NOTE: To maintain performance, there is a 1GB file size limit for project files you upload. Anaconda Enterprise projects are based on Git, so we recommend you commit only text-based files relevant to a project, and keep them under 100MB. Binary files are difficult for version control systems to manage, so we recommend using storage solutions designed for that type of data, and connecting to those data sources from within your Anaconda Enterprise sessions.

Migrating code

AE4 and AE5 are based on a different architecture, therefore some code inside your AE4 notebooks might not run as expected in AE5. AE4 sessions ran directly on the host filesystem, where the libraries, drivers, packages, and connectors required to run them were available. AE5 sessions run in isolated containers with their own independent file system, so they don’t necessarily have access to everything on the host.

This difference in architecture primarily impacts the following:

Connecting to external data sources

If you currently rely on ODBC/JDBC drivers to connect to specific databases such as Oracle and Impala, we recommend you use services that support this, such as Apache Impala and Apache Hive, instead. Additionally, using a language and platform agnostic connector such as Thrift allows you to create reproducible code that is more portable.

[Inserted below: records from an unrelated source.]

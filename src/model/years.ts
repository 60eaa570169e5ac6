// Years that are written, as steps.
import type { SpecPath } from '../spec/document.ts';
import type { TakeSpec } from '../spec/schema/spec.ts';
import { readWholeYears } from '../spec/quantity.ts';
import { fail, type Context } from './context.ts';

type YearsSpec = TakeSpec['years'];

/** At t − 1 whether it is done in step t; null where no years are given: in every step. */
export function activeYears(context: Context, years: YearsSpec, path: SpecPath): Int32Array | null {
  if (years === undefined) return null;
  const { firstYear, steps } = context.time;
  const last = firstYear + steps - 1;
  if ('from' in years || 'until' in years || !Array.isArray(years)) {
    const { from = firstYear, until = last } = Array.isArray(years) ? {} : years;
    if (from > until || from > last || until < firstYear) tellOutside(context, path, `${from} to ${until}`);
    return Int32Array.from({ length: steps }, (_, t) => (firstYear + t >= from && firstYear + t <= until ? 1 : 0));
  }
  years.forEach((year, i) => {
    if (year < firstYear || year > last) tellOutside(context, [...path, i], String(year));
  });
  return Int32Array.from({ length: steps }, (_, t) => (years.includes(firstYear + t) ? 1 : 0));
}

function tellOutside(context: Context, path: SpecPath, found: string): void {
  const { firstYear, steps } = context.time;
  fail(context, 'year-outside', path, {
    message: 'These years are not looked at',
    details: {
      found,
      expected: `years from ${firstYear} to ${firstYear + steps - 1}`,
      fix: 'Correct them, or look further with `years` and `first-year`.',
    },
  });
}

/** A length of time in whole steps, 1 where none is given. */
export function wholeYears(context: Context, quantity: number | string | undefined, path: SpecPath): number {
  if (quantity === undefined) return 1;
  const years = readWholeYears(quantity);
  if (years !== null) return years;
  fail(context, 'out-of-range', path, {
    message: 'A step is a year, so this is a whole number of years',
    details: { found: String(quantity), expected: 'such as `2 years`' },
  });
  return 1;
}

For best practices on how to connect to different external systems inside AE5, see Connecting to the Hadoop and Spark ecosystem.

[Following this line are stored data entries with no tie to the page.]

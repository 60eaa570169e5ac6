// Dispersal kernels in the plane (Nathan et al. 2012; the 2Dt after Clark et al. 1999). k(r) is the density of arrivals per km² at
// distance r, with ∫ 2πr k(r) dr = 1; it is not the density of distances, 2πr k(r).
import { digamma, logGamma, upperGammaShare } from '../machine/gamma.ts';
import { exp, log, pow } from '../machine/pinned.ts';

export type KernelShape = 'exponential' | 'gaussian' | '2Dt' | 'exponential power';

export interface DispersalKernel {
  readonly shape: KernelShape;
  /** a. */
  readonly scaleKm: number;
  /** b of the 2Dt, c of the exponential power; 1 for the others, which need none. */
  readonly shapeNumber: number;
  /** Nobody goes further; null for no end. The formulas below are those of the whole kernel. */
  readonly reachKm: number | null;
}

/** Mean distance moved of a kernel with scale 1: 2, √π/2, (√π/2) Γ(b − 3/2)/Γ(b − 1) for b > 3/2, or Γ(3/c)/Γ(2/c). */
export function meanOverScale(shape: KernelShape, shapeNumber: number): number {
  switch (shape) {
    case 'exponential':
      return 2;
    case 'gaussian':
      return Math.sqrt(Math.PI) / 2;
    case '2Dt':
      if (shapeNumber <= 1.5) return Infinity;
      return (Math.sqrt(Math.PI) / 2) * exp(logGamma(shapeNumber - 1.5) - logGamma(shapeNumber - 1));
    case 'exponential power':
      return exp(logGamma(3 / shapeNumber) - logGamma(2 / shapeNumber));
  }
}

/** k(km) / k(nearKm), without loss where both are tiny. */
export function weightRatio(kernel: DispersalKernel, km: number, nearKm: number): number {
  if (kernel.shape === 'exponential') return exp(-(km - nearKm) / kernel.scaleKm);
  return exp(logFall(kernel, km) - logFall(kernel, nearKm));
}

/** k(km) per km². */
export function densityPerKm2(kernel: DispersalKernel, km: number): number {
  const { shape, scaleKm: a, shapeNumber } = kernel;
  switch (shape) {
    case 'exponential':
      return exp(-km / a) / (2 * Math.PI * a * a);
    case 'gaussian':
      return exp(logFall(kernel, km)) / (Math.PI * a * a);
    case '2Dt':
      return ((shapeNumber - 1) * exp(logFall(kernel, km))) / (Math.PI * a * a);
    case 'exponential power': {
      const whole = (2 * Math.PI * a * a * exp(logGamma(2 / shapeNumber))) / shapeNumber;
      return exp(logFall(kernel, km)) / whole;
    }
  }
}

/** ln k(km) − ln k(0). */
export function logFall({ shape, scaleKm, shapeNumber }: DispersalKernel, km: number): number {
  const r = km / scaleKm;
  switch (shape) {
    case 'exponential':
      return -r;
    case 'gaussian':
      return -r * r;
    case '2Dt':
      return -shapeNumber * log(1 + r * r);
    case 'exponential power':
      return -pow(r, shapeNumber);
  }
}

/** Chance that a way is longer than this. */
export function shareBeyond({ shape, scaleKm, shapeNumber }: DispersalKernel, km: number): number {
  const r = km / scaleKm;
  switch (shape) {
    case 'exponential':
      return (1 + r) * exp(-r);
    case 'gaussian':
      return exp(-r * r);
    case '2Dt':
      return exp((1 - shapeNumber) * log(1 + r * r));
    case 'exponential power':
      return upperGammaShare(2 / shapeNumber, pow(r, shapeNumber));
  }
}

/** ∂ of the mean over the scale by the shape number: the factor times the slope of its logarithm, ψ being that of ln Γ. */
export function meanOverScaleSlope(shape: KernelShape, shapeNumber: number): number {
  switch (shape) {
    case 'exponential':
    case 'gaussian':
      return 0;
    case '2Dt':
      return meanOverScale(shape, shapeNumber) * (digamma(shapeNumber - 1.5) - digamma(shapeNumber - 1));
    case 'exponential power': {
      const [three, two] = [3 / shapeNumber, 2 / shapeNumber];
      return (meanOverScale(shape, shapeNumber) * (two * digamma(two) - three * digamma(three))) / shapeNumber;
    }
  }
}

/** How ln of a density moves: per km of distance, per km of scale, and per unit of the shape number. */
export interface DensitySlopes {
  readonly perKm: number;
  readonly perScale: number;
  readonly perShapeNumber: number;
}

/** Slopes of ln k(km), the density with its normalisation. */
export function logDensitySlopes({ shape, scaleKm: a, shapeNumber }: DispersalKernel, km: number): DensitySlopes {
  const r = km / a;
  // With ln k = fall(r) − 2 ln a + constant, ∂/∂a = −r fall'(r)/a − 2/a.
  const slopes = (fallSlope: number, perShapeNumber: number): DensitySlopes => ({
    perKm: fallSlope / a,
    perScale: (-r * fallSlope - 2) / a,
    perShapeNumber,
  });
  switch (shape) {
    case 'exponential':
      return slopes(-1, 0);
    case 'gaussian':
      return slopes(-2 * r, 0);
    case '2Dt':
      return slopes((-2 * shapeNumber * r) / (1 + r * r), 1 / (shapeNumber - 1) - log(1 + r * r));
    case 'exponential power': {
      const c = shapeNumber;
      const fall = r === 0 ? 0 : pow(r, c);
      const ofWhole = 1 / c + (2 / (c * c)) * digamma(2 / c);
      return slopes(r === 0 ? 0 : -c * pow(r, c - 1), ofWhole - (r === 0 ? 0 : fall * log(r)));
    }
  }
}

Service/System Recommended
Apache Impala impyla
Apache Hive pyhive
Oracle build conda package with their driver

If this is not possible, we recommended you obtain or build conda packages for the connectors and drivers you need. This enables you to add them as package dependencies for your project that will be installed when you start a Notebook session or deploy the project.

This has the added benefit of enabling you to update dependencies on connectors on a per-project basis.

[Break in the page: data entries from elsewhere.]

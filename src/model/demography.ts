// A whole year of fates and births in one matrix a patch, entry by entry or as a Leslie matrix.
import type { SpecPath } from '../spec/document.ts';
import type { Spec } from '../spec/schema/spec.ts';
import { fail, patchIndex, type Context } from './context.ts';
import { missingRates } from './life-phases.ts';
import type { DemographyPhase, RateTable } from './model.ts';
import { buildTable, type Written } from './rates.ts';

type DemographySpec = NonNullable<Spec['demography']>;

/** The expression at a row and column of the fates or the births, or null for 0. */
type Entry = (part: 'fates' | 'births', to: number, from: number) => Written | null;

export function resolveDemography(context: Context): DemographyPhase | null {
  const { spec, patches } = context;
  if (spec.demography === undefined) {
    return missingRates(context, 'demography', '`demography: { fates: …, births: … }`');
  }
  for (const [patch, own] of Object.entries(spec.in ?? {})) {
    if (own.demography !== undefined) patchIndex(context, patch, ['in', patch]);
  }
  const general = readEntries(context, spec.demography, ['demography']);
  const own = patches.map(({ name }) => {
    const demography = spec.in?.[name]?.demography;
    if (demography === undefined) return general;
    return withGeneral(readEntries(context, demography, ['in', name, 'demography']), demography, general);
  });
  const table = (part: 'fates' | 'births'): RateTable => matrices(context, part, own);
  const phase: DemographyPhase = {
    kind: 'demography',
    name: 'demography',
    fates: table('fates'),
    births: table('births'),
  };
  checkColumns(context, phase.fates);
  return phase;
}

/** What a patch does not write of its own, all fates or all births, is as everywhere. */
function withGeneral(own: Entry | null, demography: DemographySpec, general: Entry | null): Entry | null {
  if ('survival' in demography || own === null) return own;
  return (part, to, from) =>
    demography[part] === undefined ? (general?.(part, to, from) ?? null) : own(part, to, from);
}

function matrices(context: Context, part: 'fates' | 'births', own: readonly (Entry | null)[]): RateTable {
  const n = context.classes.length;
  return buildTable(context, {
    size: n * n,
    bounds: part === 'fates' ? 'share' : 'from zero',
    written: (patch, i) => own[patch]?.(part, Math.floor(i / n), i % n) ?? null,
  });
}

function readEntries(context: Context, demography: DemographySpec, path: SpecPath): Entry | null {
  return 'survival' in demography ? readLeslie(context, demography, path) : readSquares(context, demography, path);
}

function readSquares(
  context: Context,
  squares: Exclude<DemographySpec, { survival: unknown }>,
  path: SpecPath,
): Entry | null {
  const n = context.classes.length;
  let fits = true;
  for (const part of ['fates', 'births'] as const) {
    const rows = squares[part];
    if (rows === undefined) continue;
    const bad = rows.length === n ? rows.findIndex((row) => row.length !== n) : -2;
    if (bad === -1) continue;
    fits = false;
    const found = bad === -2 ? `${rows.length} rows` : `${rows[bad]?.length} numbers`;
    wrongSize(context, bad === -2 ? [...path, part] : [...path, part, bad], {
      found,
      expected: `${n} rows of ${n} numbers`,
    });
  }
  if (!fits) return null;
  return (part, to, from) => {
    const expression = squares[part]?.[to]?.[from];
    if (expression === undefined) return null;
    const names = `${context.classes[from]} to ${context.classes[to]}`;
    const what = part === 'fates' ? `share that goes from ${names}` : `births from ${names}`;
    return { expression, path: [...path, part, to, from], what };
  };
}

type LeslieSpec = Extract<DemographySpec, { survival: unknown }>;

function readLeslie(context: Context, { survival, fecundity }: LeslieSpec, path: SpecPath): Entry | null {
  const { classes, spec } = context;
  const n = classes.length;
  if (spec.oldest === undefined) {
    fail(context, 'missing-oldest', path, {
      message: `It is not said whether \`${classes.at(-1)}\` stays in its class or leaves`,
      part: 'key',
      details: { expected: '`oldest: open-ended` (the oldest stay) or `oldest: terminal` (the oldest leave)' },
    });
    return null;
  }
  if (context.sexes !== null) {
    fail(context, 'sexes-shape', path, {
      message: 'A Leslie matrix holds one sex, and the classes are of both',
      part: 'key',
      details: { expected: '`demography: { fates: …, births: … }` over all classes' },
    });
    return null;
  }
  const wanted = spec.oldest === 'terminal' ? n - 1 : n;
  if (fecundity.length !== n) {
    wrongSize(context, [...path, 'fecundity'], { found: `${fecundity.length} numbers`, expected: `${n}, one a class` });
    return null;
  }
  if (survival.length !== wanted) {
    const why =
      spec.oldest === 'terminal'
        ? 'since nobody survives the oldest class'
        : 'the last for the oldest class, which stays';
    wrongSize(context, [...path, 'survival'], { found: `${survival.length} numbers`, expected: `${wanted}, ${why}` });
    return null;
  }
  return (part, to, from) => {
    if (part === 'births') {
      if (to !== 0) return null;
      return {
        expression: fecundity[from] ?? 0,
        path: [...path, 'fecundity', from],
        what: `fecundity of ${classes[from]}`,
      };
    }
    const expression = survival[from];
    if (to !== Math.min(from + 1, n - 1) || expression === undefined) return null;
    return { expression, path: [...path, 'survival', from], what: `survival of ${classes[from]}` };
  };
}

function wrongSize(
  context: Context,
  path: SpecPath,
  details: { readonly found: string; readonly expected: string },
): void {
  fail(context, 'matrix-size', path, {
    message: 'The matrix does not have the size of the classes',
    part: 'value',
    details,
  });
}

/** One animal has one fate: a column of the fates adds up to no more than 1. */
function checkColumns(context: Context, fates: RateTable): void {
  const n = context.classes.length;
  const told = new Set<number>();
  for (const table of fates.epochs) {
    for (let i = 0; i < context.patches.length * n; i++) {
      const [p, from] = [Math.floor(i / n), i % n];
      let sum = 0;
      for (let to = 0; to < n; to++) sum += table[(p * n + to) * n + from] ?? 0;
      if (sum <= 1 + 1e-9 || told.has(from)) continue;
      told.add(from);
      const own = context.spec.in?.[context.patches[p]?.name ?? '']?.demography !== undefined;
      fail(context, 'column-above-one', own ? ['in', context.patches[p]?.name ?? '', 'demography'] : ['demography'], {
        message: `The fates of ${context.classes[from]} add up to ${Number(sum.toFixed(6))}`,
        part: 'key',
        details: {
          expected: 'at most 1, since one animal has one fate',
          fix: 'Put young into `births`; columns are from, rows are to.',
        },
      });
    }
  }
}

Sharing custom Python and R libraries

It’s quite common to share custom libraries by adding them to a location in the filesystem where all users can access the libraries they need. AE5 sessions and deployments run in isolated containers, so users cannot use this method to access shared libraries.

Instead, we recommend you create a conda package for each library. This enables you to control access to each package library and version it—both essential to managing software at the enterprise level.

After you create the package, upload it to the internal AE5 repository, where it can be shared with users and included as a dependency in user sessions and deployments.

Installing external dependencies

If you typically install dependencies using system package managers such as apt and yum, you can continue to do so in Anaconda Enterprise 5. Dependencies installed from the command line are available during the current session only, however.

If you want them to persist across project sessions and deployments, add them as packages in the project’s anaconda-project.yml configuration file. See Configuring project settings for more information.

If your project depends on package that is not available in your internal Anaconda Enterprise repository, search anaconda.org or build your own conda package using conda-build then upload the conda package to the AE5 repository.

If you don’t have the expertise required to build the custom packages your organization needs, consider engaging our consulting team to make your mission-critical analytics libraries available as conda packages.